Geyser has been at the Winnebago Mental Health Institute since 2018. She filed a petition of release in October.
During a January hearing, Waukesha County Judge Michael Bohren granted the petition for conditional release. Bohren decided that Geyser would not pose a significant risk of bodily harm to the defendant or to others.
However, the state petitioned to stop the conditional release. During a March hearing, Bohren denied that petition. That came after prosecutors alleged Geyser was reading a book that has violent themes.
“I’m satisfied that the state has not met its burden by clear and convincing evidence to show that Ms. Geyser is a risk of safety to herself, danger to herself, or danger to others, or danger to property,” Bohren said during the hearing.

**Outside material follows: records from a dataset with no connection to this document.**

/**
 * The report's section on the individual's own parameters, drawn when the scenario has a
 * `fit`: fitScenario (models/fitting/fit.ts) run in the report's thread, then the estimates
 * with standard errors and RSE, their correlations, the objective and convergence in plain
 * words, what the levels cannot identify, each level observed / predicted / residual (with its
 * clock time when the scenario has a clock), the individual's predicted curve with its 90% band
 * from the parameter uncertainty beside the typical curve, and the goodness-of-fit plots — with
 * the caution that the estimates are model outputs for review.
 */
import type { Model } from '../../models/building/model.ts';
import { BAND_DRAWS } from '../../models/fitting/band.ts';
import { fitScenario } from '../../models/fitting/fit.ts';
import { STRONG_CORRELATION, type FitResult } from '../../models/fitting/result.ts';
import type { Outcome } from '../../models/scenario/problems.ts';
import { simulateModel } from '../../models/simulate.ts';
import { timeAndClock } from './clock-time.ts';
import { bullet, drawSectionCaution } from './section-text.ts';
import { font, heading, keyValues, palette, paragraph, type } from './document.ts';
import { fmt, unitText } from './format.ts';
import { drawFitPlots, fitCurveSpec } from './fit-plots.ts';
import { drawConcentrationFigure } from './plot.ts';
import { drawTable, type Cell } from './table.ts';

export const FIT_REPORT_CAUTION = 'Individual estimates are model outputs for review by a clinician; not dosing advice.';

/** The fit the scenario asks for, or null when it has no `fit`. */
export function runReportFit(scenario: unknown, hasFit: boolean): Outcome<FitResult> | null {
  return hasFit ? fitScenario(scenario) : null;
}

const weightingWords: Record<string, string> = {
  none: 'equal weights',
  '1/y': 'weights 1/observed',
  '1/y2': 'weights 1/observed²',
  residual: 'weights 1/SD² from population.residual',
};

function rse(v: number | null): string {
  return v === null || !Number.isFinite(v) ? '—' : `${(100 * v).toFixed(1)}%`;
}

function estimatesTable(doc: PDFKit.PDFDocument, r: FitResult): void {
  drawTable(doc, {
    caption: 'Estimates',
    columns: [
      { header: 'Quantity', width: 0.75 },
      { header: 'Estimate', width: 0.85, align: 'right' },
      { header: 'Unit', width: 0.5 },
      { header: 'Standard error', width: 0.85, align: 'right' },
      { header: 'RSE', width: 0.6, align: 'right' },
      { header: 'Start (typical)', width: 0.85, align: 'right' },
      { header: 'Bounds kept to', width: 1.4, align: 'right' },
      { header: 'Scenario path', width: 1.9 },
    ],
    rows: Object.entries(r.estimates).map(([name, e]) => [
      { text: name, bold: true },
      { text: fmt(e.value), bold: true },
      unitText(e.unit),
      fmt(e.standardError),
      rse(e.relativeStandardError),
      fmt(e.typical),
      `${fmt(e.bounds[0])} – ${fmt(e.bounds[1])}`,
      e.path,
    ]),
    footnote: 'Standard errors from the curvature of the objective at the optimum, taken to each quantity by the delta method; RSE = standard error / estimate. Start: the typical value with the subject\'s covariate relations, where the optimiser began.',
  });
}

function correlationTable(doc: PDFKit.PDFDocument, r: FitResult): void {
  if (!r.correlation) {
    paragraph(doc, 'No correlations: the curvature at the optimum is singular or leaves no degree of freedom.', { size: type.small, color: palette.warning });
    return;
  }
  const { names, matrix } = r.correlation;
  drawTable(doc, {
    caption: 'Correlations of the estimates',
    width: Math.min(1, 0.25 + 0.13 * names.length),
    columns: [{ header: '', width: 1 }, ...names.map((n) => ({ header: n, width: 0.8, align: 'right' as const }))],
    rows: names.map((n, i) => [
      { text: n, bold: true },
      ...matrix[i].map((v, j): Cell => ({ text: i === j ? '1' : v.toFixed(3), ...(i !== j && Math.abs(v) > STRONG_CORRELATION ? { color: palette.warning, bold: true } : {}) })),
    ]),
    footnote: `Beyond ±${STRONG_CORRELATION} (in red) two estimates move together: the levels tell them apart poorly.`,
  });
}

function levelsTable(doc: PDFKit.PDFDocument, r: FitResult, model: Model): void {
  const c = unitText(r.units.concentration);
  drawTable(doc, {
    caption: `Levels: observed, predicted, residual (${c}; time in ${r.units.time})`,
    columns: [
      { header: 'Level', width: model.clock ? 1.75 : 2.2 },
      // Wide enough with a clock for "2026-03-04 10:10 (+01:00)" on one line under the elapsed time.
      { header: model.clock ? 'Time and clock time' : 'Time', width: model.clock ? 1.95 : 1.2, align: 'right' },
      { header: 'Observed', width: 1.05, align: 'right' },
      { header: 'Predicted', width: 0.9, align: 'right' },
      { header: 'Residual', width: 0.9, align: 'right' },
      { header: 'Weighted residual', width: 0.9, align: 'right' },
    ],
    size: type.tiny + 0.3,
    zebra: true,
    rows: r.predictions.map((p) => [
      p.label ? `${p.path}\n${p.label}` : p.path,
      timeAndClock(p.time, model),
      p.censored ? `< ${fmt(p.limit)} (censored)` : p.used ? fmt(p.observed) : `< ${fmt(p.limit)}, left out`,
      fmt(p.predicted),
      fmt(p.residual),
      fmt(p.weightedResidual),
    ]),
    footnote: `Residual = observed − predicted. Weighted residual: ${r.settings.objective === 'map' ? '(observed − predicted)/SD, SD from the residual error model at the prediction' : '√weight × (observed − predicted)'}; about ±2 at most when the error model holds.`,
  });
}

/** The caption of the predicted-curve figure: what the band is (and is not), what is dashed, what the points are. */
function curveCaption(r: FitResult, figure: string, typicalDrawn: boolean): string {
  const ids = r.curves.map((c) => c.compartment).join(', ');
  const banded = r.curves.some((c) => c.lower && c.upper);
  const band = banded
    ? `with the shaded 90% band: at each time, the 5th to the 95th percentile of the curves of ${BAND_DRAWS} parameter sets drawn from the estimates' uncertainty (a normal distribution on the log (or logit) scales of the fit, with the covariance from the curvature at the optimum). The band is the parameter uncertainty only, not the residual error of a measurement, so a new level may well fall outside it.`
    : 'without a band: the curvature at the optimum is singular (or the drawn parameter sets could not be simulated), so the parameter uncertainty cannot be drawn.';
  const dashed = typicalDrawn ? ` Dashed: the curve at the typical values as entered (${r.settings.objective === 'map' ? 'the centre of the prior' : 'where the fit started'}).` : '';
  return `Figure ${figure}. The individual's predicted concentration in ${ids} from the estimates, ${band}${dashed} Points: the measured levels; a level below the limit is drawn hollow at its limit. A simulation for review, not dosing advice.`;
}

/** Draws the section; `number` is its section number, `figure` the first of its two figure numbers. */
export function drawFitSection(doc: PDFKit.PDFDocument, outcome: Outcome<FitResult>, model: Model, number: string, figure: string): void {
  const title = `${number}  Individual parameters from the measured levels`;
  heading(doc, title, 1, 160);
  doc.outline.addItem(title);
  drawSectionCaution(doc, 'Caution — individual estimates', [FIT_REPORT_CAUTION, 'The simulation sections simulate the typical values as entered; this section estimates the values that best explain this subject\'s levels.']);
  if (!outcome.ok) {
    paragraph(doc, 'The fit could not be run:', { color: palette.warning });
    for (const p of outcome.problems) bullet(doc, `${p.path}: ${p.message}`, palette.warning);
    return;
  }
  const r = outcome.value;
  const objective = r.settings.objective === 'map' ? 'maximum a posteriori: the levels weighed with the population (its typical values, covariate relations, cv and correlations) as the prior' : `weighted least squares, ${weightingWords[r.settings.weighting] ?? r.settings.weighting}`;
  const used = r.predictions.filter((p) => p.used).length;
  keyValues(
    doc,
    [
      ['Estimated', r.settings.estimate.join(', ')],
      ['Objective', objective],
      ['Levels', `${used} used of ${r.predictions.length}${r.predictions.some((p) => p.censored) ? ' (censored levels counted by the probability of a level below the limit)' : ''}`],
      ['Method', 'Levenberg–Marquardt within bounds on log (or logit) scales, from the typical values; other starts only when the first does not converge'],
    ],
    96,
    type.small + 0.4,
  );
  estimatesTable(doc, r);
  correlationTable(doc, r);

  heading(doc, 'Convergence', 2, 50);
  // The message itself begins "Converged after …" when it did; only a failure needs the warning before it.
  paragraph(doc, r.converged ? r.message : `Did not converge: treat the estimates as unreliable. ${r.message}`, { size: type.small, ...(r.converged ? {} : { color: palette.warning, face: font.bold }) });
  paragraph(doc, `Objective at the optimum (sum of squared weighted residuals${r.settings.objective === 'map' ? ', the prior\'s included' : ''}): ${fmt(r.objective)}. Condition number of the curvature: ${r.conditionNumber.toExponential(2)}.`, { size: type.small });
  if (r.identifiability.length > 0) {
    paragraph(doc, 'What the levels cannot identify', { size: type.small, face: font.bold, color: palette.warning, after: 1 });
    for (const w of r.identifiability) bullet(doc, `${w}`, palette.warning);
  } else paragraph(doc, 'Identifiability: every estimated quantity is identified by the levels.', { size: type.small });

  heading(doc, 'Levels against the fitted model', 2, 100);
  levelsTable(doc, r, model);
  if (r.curves.length > 0) {
    // The typical run of the same model, for comparison; the figure goes without it if it fails.
    const typical = simulateModel(model);
    const spec = fitCurveSpec(r, model, typical.ok ? typical.value : null);
    drawConcentrationFigure(doc, spec, curveCaption(r, figure, spec.series.some((s) => s.dashed)));
  }
  const drawn = r.predictions.filter((p) => p.used && p.observed !== null).length;
  drawFitPlots(
    doc,
    r.predictions,
    r.units,
    model.start,
    model.end,
    `Figure ${r.curves.length > 0 ? Number(figure) + 1 : figure}. Goodness of fit: ${drawn} level${drawn === 1 ? '' : 's'} observed against the fitted model's prediction, with the line of identity (dashed: a perfect fit lies on it), and the weighted residuals against time, with the zero line. Levels below the limit are not drawn.`,
  );
  for (const n of r.notes) bullet(doc, `Note: ${n}.`, palette.muted);
}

Thursday’s decision means Geyser could be placed in a group home on or around Aug. 4. The location of that group home is not public, but Cotton told reporters Thursday it’s not in the Milwaukee or Waukesha area.
“Group homes are places where people are monitored. It’s a structured environment. People have services provided there,” Cotton told WPR. “And there will be 24/7 supervision. So that’s what that’ll look like for Morgan after she’s released.”
Cotton said Wagner would have to approve Geyser’s possible future release from living in a group home to living independently in the community.
“I’m very confident Morgan will do well,” he said.
Weier was sentenced to 25 years in a mental hospital in 2017. She was released from the Winnebago Mental Health Institute in 2021.